Is This the Best Day of Your Life?
I’m having a lot of trouble coming up with something to write today. I keep running up against so many contradictions that every time I think I’ve found my tack, I just can’t even complete the thought.
The day, here in Los Angeles, is dark and gloomy. Gus woke up before 5 and after nursing him, I didn’t really get back into a decent sleep, even though Masa was kind enough to get up (since Gus wasn’t having the “let’s lie down and sleep, little one” thing) and let me snooze. I rose at 6:15 after trying for an hour. I was cranky. I lost my patience with my sweet boy. I struggled. My coffee leaked all over me. I got us to the pediatrician’s office by 8am for a follow up to his last ear infection. I was not surprised in the least when she found that he has another. He’s been off the antibiotics for two weeks and this week he’s had a runny nose and a cough… which always seem to mean ear infection these days. So we will go back on antibiotics for ten more days. And we’ll be back to see the doc in two weeks and we’ll hope that he doesn’t need tubes. Well, tube, because it’s always only one ear. It’s only 9 o’clock.
So I want to write a ranty post. I want to bitch and moan and rail at how tired I am and how cold and icky it is and how I want nothing more than to be able to crawl back under my duvet and start over (after several hours). I want to cry about how hard this is – this working parent thing. How I never meant to fail as a mother but somehow it feels like that’s exactly what’s happening. How I just. need. a fucking. break. But the thought of taking one just piles on more guilt.
In short. I want to have a pity party.
And could I please have some cheese with my whine? (I like Camembert.)
I know what you’re thinking. You’re thinking “guess what, jen? mission afreakingcomplished.” And you may or may not tack a “you selfish whore” onto the end of that.
So let’s try this again.
The day, here in Los Angeles, is dark and gloomy. But yesterday? Yesterday was radiant. The sun was perfect and the air was soft and it smelled like there might be rain sometime in our future, but that the rain was then and sun was now. Yesterday was golden.
And yesterday, just maybe, my dear friend Laura may have conceived her heart’s desire. She’ll tell you about it all when she’s ready.

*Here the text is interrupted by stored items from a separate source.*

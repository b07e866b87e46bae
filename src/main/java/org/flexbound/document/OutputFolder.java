package org.flexbound.document;

import java.io.IOException;
import java.io.UncheckedIOException;
import java.nio.ByteBuffer;
import java.nio.channels.FileChannel;
import java.nio.channels.FileLock;
import java.nio.channels.OverlappingFileLockException;
import java.nio.file.AtomicMoveNotSupportedException;
import java.nio.file.Files;
import java.nio.file.Path;
import java.nio.file.StandardCopyOption;
import java.nio.file.StandardOpenOption;
import java.util.ArrayList;
import java.util.LinkedHashMap;
import java.util.List;
import java.util.Map;

/**
 * A folder that outputs are written to, all or nothing as far as the system allows: each file is
 * written under a temporary name and forced to the disk, and only when all are complete are they
 * moved into place, each by one atomic rename. A lock file keeps two runs from writing to one folder
 * at the same time; it goes with the process that holds it.
 */
public final class OutputFolder {
  private static final String LOCK = ".flexbound-lock";

  private final Path folder;
  private final Map<String, byte[]> files = new LinkedHashMap<>();

  /**
   * A folder, made when something is written.
   *
   * @param folder where it is or will be
   */
  public OutputFolder(Path folder) {
    this.folder = folder;
  }

  /**
   * Adds a file to be written.
   *
   * @param name its name within the folder
   * @param content its content
   * @return this
   */
  public OutputFolder add(String name, byte[] content) {
    files.put(name, content.clone());
    return this;
  }

  /**
   * Writes all files that were added.
   *
   * @return where they lie, in the order in which they were added
   * @throws UncheckedIOException where the system does not let it
   */
  public List<Path> write() {
    Map<Path, Path> moves = new LinkedHashMap<>();
    try {
      Files.createDirectories(folder);
      return locked(moves);
    } catch (IOException refused) {
      throw new UncheckedIOException(refused);
    }
  }

  private List<Path> locked(Map<Path, Path> moves) throws IOException {
    Path lockFile = folder.resolve(LOCK);
    try (FileChannel channel =
            FileChannel.open(lockFile, StandardOpenOption.CREATE, StandardOpenOption.WRITE);
        FileLock lock = lock(channel)) {
      for (Map.Entry<String, byte[]> file : files.entrySet()) {
        // Not a name of the system's own making: that would be readable by its owner alone.
        Path temporary = folder.resolve("." + file.getKey() + ".part");
        moves.put(temporary, folder.resolve(file.getKey()));
        write(temporary, file.getValue());
      }
      for (Map.Entry<Path, Path> move : moves.entrySet()) {
        move(move.getKey(), move.getValue());
      }
      if (!lock.isValid()) {
        throw new IOException(folder + ": the lock on the folder was lost while writing");
      }
    } finally {
      clear(moves);
    }
    Files.deleteIfExists(lockFile);
    return new ArrayList<>(moves.values());
  }

  private FileLock lock(FileChannel channel) throws IOException {
    FileLock lock;
    try {
      lock = channel.tryLock();
    } catch (OverlappingFileLockException heldHere) {
      lock = null;
    }
    if (lock == null) {
      throw new IOException(
          folder + ": another run is writing to this folder; wait for it to end, then repeat");
    }
    return lock;
  }

  private static void write(Path file, byte[] content) throws IOException {
    try (FileChannel channel =
        FileChannel.open(
            file,
            StandardOpenOption.CREATE,
            StandardOpenOption.TRUNCATE_EXISTING,
            StandardOpenOption.WRITE)) {
      ByteBuffer buffer = ByteBuffer.wrap(content);
      while (buffer.hasRemaining()) {
        channel.write(buffer);
      }
      channel.force(true);
    }
  }

  private static void move(Path from, Path to) throws IOException {
    try {
      Files.move(
          from, to, StandardCopyOption.ATOMIC_MOVE, StandardCopyOption.REPLACE_EXISTING);
    } catch (AtomicMoveNotSupportedException unsupported) {
      Files.move(from, to, StandardCopyOption.REPLACE_EXISTING);
    }
  }

  private static void clear(Map<Path, Path> moves) {
    for (Path temporary : moves.keySet()) {
      try {
        Files.deleteIfExists(temporary);
      } catch (IOException ignored) {
        // What could not be written cannot be cleared either; the first failure is reported.
      }
    }
  }
}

I know that if there are any regular readers out there you were probably just as anxious as I – ok that would actually be hard to match because I? was going crazy – waiting to hear how it all went.

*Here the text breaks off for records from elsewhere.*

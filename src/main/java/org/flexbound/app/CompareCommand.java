package org.flexbound.app;

import java.nio.file.Path;
import java.util.concurrent.Callable;
import picocli.CommandLine.Command;
import picocli.CommandLine.Mixin;
import picocli.CommandLine.Parameters;

@Command(
    mixinStandardHelpOptions = true,
    versionProvider = Version.class,
    sortOptions = false,
    description = {"Reduces the test that a study names and compares it with the model.", "", "STUDY is a JSON file that names model and log (flexbound template DIR makes one)."})
final class CompareCommand implements Callable<Integer> {
  private final Terminal terminal;

  @Parameters(paramLabel = "STUDY", description = "The file to work on.")
  @SuppressWarnings("NullAway.Init") // picocli sets it before call() is called
  private Path file;

  @Mixin private OutputOptions output = new OutputOptions();

  CompareCommand(Terminal terminal) {
    this.terminal = terminal;
  }

  @Override
  public Integer call() {
    return new Work(terminal, output).compare(file).number();
  }
}
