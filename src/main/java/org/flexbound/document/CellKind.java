package org.flexbound.document;

/** What a cell of a sheet holds; a formula counts as its cached value. */
public enum CellKind {
  /** Nothing, or only blanks. */
  BLANK,
  /** Text. */
  TEXT,
  /** A number. */
  NUMBER,
  /** A date or a time, stored as a number of days. */
  DATE,
  /** TRUE or FALSE. */
  TRUTH,
  /** An error value such as #DIV/0!. */
  ERROR
}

So there’s my contradiction. With everything from the clouds outside to the coffee stains on my pants to the prescription for yet more antibiotics sitting on the table, trying to drag me down. I just can’t let it. We need some positive energy up in here folks. We need to let that little could-be being know that this is a really great place to be. That love and good things abound.
So I’m starting with me. I’m hereby adjusting my attitude. I’m going to share with you a… I guess you could call it an affirmation, maybe? that has always helped me find my bootstraps. Here goes:
Today is the best day of someone’s life. Today, someone is having the kind of day when nothing can get them down. Today, someone is walking on air, with all of their dearest dreams coming true. Today, it’s not me. But that’s okay. Someday it will be.
Readers: Help me out here. Resolve to be positive even if you really just want to crawl in a hole. Resolve to feel joy that *someone* somewhere is having the very best day of his or her life. And if that describes you today? If today IS your day? Can you comment about it for the rest of us? I think we might all be able to use a little magic today.